- _Required work_:
Check each line of the records below for the word "type" and copy those where it appears.

Stored data entries:
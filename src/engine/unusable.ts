/** The log is there but cannot be used: exit status 3. The message is for the user, cause and remedy included. */
export class UnusableLog extends Error {
  override readonly name = "UnusableLog";
}

/** What an engine's error says, without its hints. */
export const firstLine = (cause: unknown): string =>
  cause instanceof Error ? (cause.message.split("\n")[0] ?? "") : String(cause);
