import type { Plan } from "../plan/index.ts";
import { count, type Engine, nano, type Row } from "./engine.ts";
import { FATE, type Layout, type PartLayout, unitLineIds } from "./layout.ts";
import { rowLineId } from "./ledger.ts";
import { countedRows, metricRows, PLACE } from "./sql/index.ts";
import type { MetricLedger } from "./types.ts";

/** Rows of analysed units in follow-up that a metric's parts match, and those of them without a number. */
export interface CountedRows {
  readonly rows: number;
  readonly withoutNumber: number;
}

/**
 * The account of each metric's rows: the lines of the row ledger, restricted to what the metric's `of` matches; and what all
 * parts of it count.
 */
export async function metricLedgers(
  plan: Plan,
  layout: Layout,
  engine: Engine,
): Promise<{ readonly ledgers: MetricLedger[]; readonly counted: CountedRows[] }> {
  const parts = plan.metrics.map((metric, m) => {
    const part = layout.parts.find((one) => one.metric === m && one.side === "of");
    if (part === undefined) throw new Error(`no part of the metric ${metric.name}`);
    return part;
  });
  const distinct = parts.filter((part, i) => parts.findIndex((other) => isSame(part, other)) === i);
  const counting = plan.metrics.map((_, m) =>
    layout.parts.filter((part) => part.metric === m && part.side !== "before"),
  );
  const groups = await engine.query(metricRows(distinct, counting));
  const lines = linesOf(plan, layout);
  const inside = groups.filter((row) => lines.at(-1)?.holds(row));
  const counted = plan.metrics.map((_, m) => ({
    rows: sumOf(inside, `counted${m}`),
    withoutNumber: sumOf(inside, `numberless${m}`),
  }));
  const ledgers = plan.metrics.map(({ name }, m) => {
    const part = parts[m];
    const at = distinct.findIndex((other) => part !== undefined && isSame(part, other));
    return {
      metric: name,
      lines: lines.map(({ id, holds }) => {
        const own = groups.filter(holds);
        return {
          id,
          rows: sumOf(own, `rows${at}`),
          sum: part?.value == null ? null : own.reduce((sum, row) => sum + sumOrZero(row, `sum${at}`), 0n),
        };
      }),
    };
  });
  return { ledgers, counted };
}

const sumOf = (rows: readonly Row[], column: string) => rows.reduce((sum, row) => sum + count(row, column), 0);

const isSame = (a: PartLayout, b: PartLayout) => a.match === b.match && a.value === b.value;
const sumOrZero = (row: Row, column: string) => (row[column] == null ? 0n : nano(row, column));

/** Every line of the row ledger, in order, with the groups of rows that end on it. */
function linesOf(plan: Plan, layout: Layout): { id: string; holds: (row: Row) => boolean }[] {
  const fate = (wanted: number) => (row: Row) => Number(row.fate) === wanted;
  const ids = unitLineIds(plan);
  const onLine = (line: number) => (row: Row) => row.line !== null && Number(row.line) === line;
  const analysed = onLine(ids.length - 1);
  const place = (wanted: number) => (row: Row) => analysed(row) && Number(row.place) === wanted;
  return [
    { id: "rejected", holds: fate(FATE.rejected) },
    { id: "duplicate", holds: fate(FATE.duplicate) },
    ...layout.rowFilters.map((filter, i) => ({ id: `filter:${filter.name}`, holds: fate(FATE.firstFilter + i) })),
    ...ids.slice(0, -1).map((id, line) => ({ id: rowLineId(id), holds: onLine(line) })),
    { id: "before-enrolment", holds: place(PLACE.before) },
    { id: "after-follow-up", holds: place(PLACE.after) },
    { id: "in-follow-up", holds: place(PLACE.inside) },
  ];
}

/** What a metric's ledger counts must be what its units add up to. */
export async function refuseOtherCounts(
  plan: Plan,
  layout: Layout,
  ledgers: readonly MetricLedger[],
  engine: Engine,
): Promise<void> {
  const [rows = {}] = await engine.query(countedRows(layout));
  for (const [m, { name }] of plan.metrics.entries()) {
    const match = layout.parts.find((part) => part.metric === m && part.side === "of")?.match;
    const [inLedger, ofUnits] = [ledgers[m]?.lines.at(-1)?.rows, count(rows, `rows${match}`)];
    if (inLedger !== ofUnits) {
      throw new Error(`${name}: its ledger ends with ${inLedger} rows but its units have ${ofUnits}`);
    }
  }
}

- _Response below_:
import type { Plan } from "../plan/index.ts";
import { count, type Engine, nano, type Row } from "./engine.ts";
import { FATE, type Layout, type PartLayout, unitLineIds } from "./layout.ts";
import type { MetricLedger } from "./types.ts";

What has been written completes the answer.